Maximum Demand Calculation [repack] Jun 2026

Usually calculated at 100% of its full load because it runs continuously during peak heat. Conclusion

Situation: A two‑storey office with:

Different regions rely on specific regulatory codes to standardize maximum demand calculations. While the underlying physics remains identical, the specific diversity factors and groupings applied vary by jurisdiction. AS/NZS 3000 (Australia & New Zealand)

15,000 VA×1.0=15,000 VA15 comma 000 VA cross 1.0 equals 15 comma 000 VA maximum demand calculation

Understanding Maximum Demand: A Practical Guide to Electrical Calculations

Maximum demand calculation is both a science (standards-based factors) and an art (engineering judgment). When uncertain, measure real data with a power logger — no calculation beats actual interval metering. For new designs, always add margin and confirm diversity assumptions with the end user.

Where the itself incorporates both Utility Factor (how long equipment is actually in use) and Diversity Factor . Usually calculated at 100% of its full load

Engineers typically use one of four approaches outlined in standards like AS/NZS 3000 or BS 7671 : Maximum Demand Tables - ELEK Software

MD is not an instantaneous spike; it is an average over a window (typically 15 minutes).

The demand interval chosen by the utility—15 minutes, 30 minutes, or even one hour—determines how short a peak is captured. A very short interval penalises momentary spikes; a longer interval smoothes them out. Understanding the local interval is essential when interpreting meter data and negotiating contracted demand. AS/NZS 3000 (Australia & New Zealand) 15,000 VA×1

This is the standard for design-stage calculations when no real load data exists.

single-phase main circuit breaker and select consumer main cables rated to match or exceed that protective threshold. If youg., AS/NZS 3000, NEC, BS 7671) you are using? Whether your project is or three-phase ?

Calculating maximum demand is a balancing act between capacity and reality. By applying diversity factors to the total connected load, engineers can design a system that handles peak usage without the prohibitive costs of building for a "worst-case scenario" that never actually happens.

To make the concepts concrete, here are three examples covering typical installation types.

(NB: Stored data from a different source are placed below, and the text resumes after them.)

// SPDX-License-Identifier: GPL-2.0-or-later
// Two hundred random studies: whatever way the engine takes, each channel agrees with the exact law in each
// pixel followed by a converged transform, to the accuracy that the engine states.
#include <gtest/gtest.h>

#include <cmath>
#include <random>
#include <sstream>

#include "base/constants.h"
#include "model/harmonic_route.h"
#include "model/pixel_route.h"
#include "sphere/gaussian_field.h"
#include "support/route_oracle.h"
#include "support/sky_builder.h"

namespace foreglow {
namespace {

using testing::make_oracle;
using testing::true_error;
using testing::whole_sky;

#ifdef __SANITIZE_ADDRESS__
constexpr int studies = 20;  // ten times slower there, and it looks at memory, not at numbers
#else
constexpr int studies = 200;
#endif

/// Draws the choices of one study.
class Dice {
  public:
    explicit Dice(std::uint64_t seed) : engine_(seed) {}
    double between(double low, double high) {
        return low + (high - low) * static_cast<double>(engine_() >> 11) * 0x1p-53;
    }
    int whole(int low, int high) {
        return low + static_cast<int>(engine_() % static_cast<unsigned>(high - low + 1));
    }
    bool chance(double p) { return between(0, 1) < p; }

  private:
    std::mt19937_64 engine_;
};

// A Gaussian field of unit rms, rougher for a flatter slope.
std::vector<double> field(const HealpixGrid& grid, double slope, std::uint64_t seed) {
    const int lmax = 2 * grid.nside();
    std::vector<double> cl(static_cast<std::size_t>(lmax) + 1, 0.0);
    for (std::size_t l = 1; l < cl.size(); ++l)
        cl[l] = std::pow(static_cast<double>(l) + 2, slope);
    RandomKey key;
    key.seed = seed;
    auto map = synthesize(make_gaussian_alm(cl, lmax, key), grid);
    const double scale = 1 / rms_of_spectrum(cl, {}, 1);
    for (double& value : map)
        value *= scale;
    return map;
}

std::shared_ptr<SkyMap> as_map(const HealpixGrid& grid, std::vector<double> values) {
    return std::make_shared<SkyMap>(SkyMap{grid, Frame::Galactic, "", std::move(values)});
}

// mean + rms times a field.
PixelField varied(const HealpixGrid& grid, double mean, double rms, std::uint64_t seed) {
    auto map = field(grid, -3, seed);
    for (double& value : map)
        value = mean + rms * value;
    return PixelField::of_map(as_map(grid, std::move(map)));
}

void undefine_disc(const HealpixGrid& grid, double z, std::vector<double>& values) {
    for (std::int64_t p = 0; p < grid.npix(); ++p)
        if (grid.direction(p)[0] > z) values[static_cast<std::size_t>(p)] = undefined_pixel;
}

SkyModel random_sky(Dice& dice, int nside, bool polarized, std::uint64_t seed) {
    SkyModel sky;
    sky.grid = HealpixGrid(nside);
    sky.reference = Frequency::from_ghz(std::exp(dice.between(-1, 4)));
    auto intensity = field(sky.grid, dice.between(-3.5, -2), 10 * seed);
    const bool negative = dice.chance(0.3);
    const double contrast = dice.between(0.1, 0.6);
    for (std::int64_t p = 0; p < sky.grid.npix(); ++p) {
        double& value = intensity[static_cast<std::size_t>(p)];
        const double plane = 10 / (std::abs(sky.grid.direction(p)[2]) + 0.2);
        value = negative ? 5 * value : plane * std::exp(contrast * value);
    }
    const bool masked = dice.chance(0.25);
    if (masked) undefine_disc(sky.grid, dice.between(0.9, 0.99), intensity);
    sky.intensity = PixelField::of_map(as_map(sky.grid, std::move(intensity)));
    const double index = dice.between(-3.2, -2.4);
    sky.index = dice.chance(0.8) ? varied(sky.grid, index, dice.between(0.01, 0.15), 10 * seed + 1)
                                 : PixelField::uniform(index);
    if (dice.chance(0.7))
        sky.curvature = dice.chance(0.5) ? PixelField::uniform(dice.between(-0.1, 0.05))
                                         : varied(sky.grid, -0.04, dice.between(0.005, 0.03), 10 * seed + 2);
    if (!polarized) return sky;
    PolarizedSky part;
    auto q = testing::sample(sky.grid, testing::test_q), u = testing::sample(sky.grid, testing::test_u);
    if (masked) {
        undefine_disc(sky.grid, 0.97, q);
        undefine_disc(sky.grid, 0.97, u);
    }
    part.stokes.source = std::make_shared<const StokesMaps>(
        StokesMaps{sky.grid, sky.frame, "K_RJ", std::move(q), std::move(u)});
    part.reference = dice.chance(0.5) ? sky.reference : Frequency::from_ghz(22.8);
    if (dice.chance(0.3)) part.index = varied(sky.grid, -3.0, 0.1, 10 * seed + 3);
    sky.polarization = std::move(part);
    return sky;
}

enum class Beams { None, Same, Diffraction, Unrelated };

std::vector<Channel> random_channels(Dice& dice, int nside, bool polarized, Beams beams) {
    const int count = dice.chance(0.2) ? 1 : dice.whole(2, 30);
    const double first = std::exp(dice.between(std::log(0.05), std::log(100)));
    const double octaves = dice.between(0.2, 4);
    const double pixel_deg = 58.6 / nside, beam = dice.between(2.5, 5) * pixel_deg;
    std::vector<ChannelSpec> specs;
    for (int c = 0; c < count; ++c) {
        const double ghz = first * std::exp2(count > 1 ? octaves * c / (count - 1) : 0.0);
        const double width = dice.chance(0.3) ? 0.0 : dice.between(0.01, 0.6) * ghz;
        double fwhm = 0;
        if (beams == Beams::Same) fwhm = beam;
        if (beams == Beams::Diffraction) fwhm = std::max(2.0 * pixel_deg, 1.5 * beam * first / ghz);
        if (beams == Beams::Unrelated) fwhm = dice.between(2, 6) * pixel_deg;
        specs.push_back(testing::channel_spec(std::to_string(c), ghz, width, fwhm));
    }
    StudySpec study = testing::study_spec(nside, specs, polarized);
    const std::array<const char*, 3> units{"K_RJ", "uK_CMB", "MJy/sr"};
    study.unit = *find_brightness_unit(units[static_cast<std::size_t>(dice.whole(0, 2))]);
    return make_channels(study);
}

// Every pixel against the sum over the band.
void check_pixels(const SkyModel& sky, const std::vector<Channel>& channels, bool polarized,
                  double accuracy) {
    std::vector<BandSum> bands;
    bands.reserve(channels.size());
    for (const Channel& channel : channels)
        bands.push_back(channel.band);
    const PixelRoute route(sky, bands, polarized, 0.1 * accuracy);
    const SkyStrip strip = make_sky_strip(sky, whole_sky(sky.grid), polarized);
    const std::size_t n = strip.intensity.size(), columns = polarized ? 3 : 1;
    std::array<std::vector<double>, 3> maps;
    maps.fill(std::vector<double>(n));
    const std::array<std::span<double>, 3> out{maps[0], maps[1], maps[2]};
    for (const std::size_t c : {std::size_t{0}, channels.size() - 1}) {
        route.make_pixels(strip, c, 0, n, {out.data(), columns});
        const double stated =
            1.05 * route.error_of(c) + 1e-13;  // found on a grid of parameters, not everywhere
        EXPECT_LE(route.error_of(c), accuracy);
        for (std::size_t p = 0; p < n; ++p) {
            const double exact = strip.intensity[p] * exact_band_value(bands[c], sky.reference,
                                                                       strip.index[p], strip.curvature[p]);
            ASSERT_EQ(is_defined(maps[0][p]), is_defined(exact));
            if (!is_defined(exact)) continue;
            ASSERT_LE(std::abs(maps[0][p] - exact), stated * std::abs(exact));
        }
    }
}

void check_harmonics(Dice& dice, const SkyModel& sky, const std::vector<Channel>& channels, bool polarized,
                     double accuracy) {
    HarmonicOptions options;
    options.polarized = polarized;
    options.lmax = 2 * sky.grid.nside();
    options.accuracy = accuracy;
    if (dice.chance(0.15)) options.frame = Frame::Icrs;
    Progress progress;
    const HarmonicRoute route(sky, channels, options, progress);
    for (const std::size_t c : {std::size_t{0}, channels.size() - 1}) {
        const ChannelMaps found = route.make_channel(c);
        const double error = true_error(found, make_oracle(sky, channels[c], options), sky.grid);
        // The transforms' part is an estimate by the last correction: within a factor of 1.5 of the truth.
        EXPECT_LE(error, 1.5 * route.error_of(c) + 1e-12) << "channel " << c << " of " << channels.size();
        if (route.report().converged) {
            EXPECT_LE(route.error_of(c), accuracy);
        }
    }
}

void check_study(int number) {
    Dice dice(static_cast<std::uint64_t>(number));
    const int nside = number % 40 == 39 ? 64 : dice.chance(0.5) ? 8 : 16;
    const bool polarized = dice.chance(0.4);
    const auto beams = static_cast<Beams>(dice.whole(0, 3));
    const double accuracy = std::pow(10.0, dice.between(-6, -3));
    const SkyModel sky = random_sky(dice, nside, polarized, static_cast<std::uint64_t>(number));
    const auto channels = random_channels(dice, nside, polarized, beams);
    std::ostringstream name;
    name << "study " << number << ", nside " << nside << ", " << channels.size() << " channels, beams "
         << static_cast<int>(beams) << ", accuracy " << accuracy;
    SCOPED_TRACE(name.str());
    if (beams == Beams::None)
        check_pixels(sky, channels, polarized, accuracy);
    else
        check_harmonics(dice, sky, channels, polarized, accuracy);
}

TEST(RandomStudies, AgreeWithTheExactLawAndAConvergedTransform) {
    for (int number = 0; number < studies; ++number)
        check_study(number);
}

}  // namespace
}  // namespace foreglow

Consider a facility with a 15-minute demand interval. The metering device records energy consumption (kWh) every few seconds. At the end of each minute, it calculates the average power over the preceding 15 minutes. The highest such average recorded during a billing period—for instance, a month—becomes the MD. If a large welding machine operates for only 5 minutes, its full power may not be fully captured in the 15-minute average, especially if preceding minutes were low. However, a sustained run of a 500 kW chiller for 20 minutes will fully register. Therefore, MD penalizes sustained heavy usage, not brief anomalies. The choice of interval (shorter intervals capture sharper peaks, longer intervals favor smoothness) is a regulatory and utility decision that shapes consumer behavior.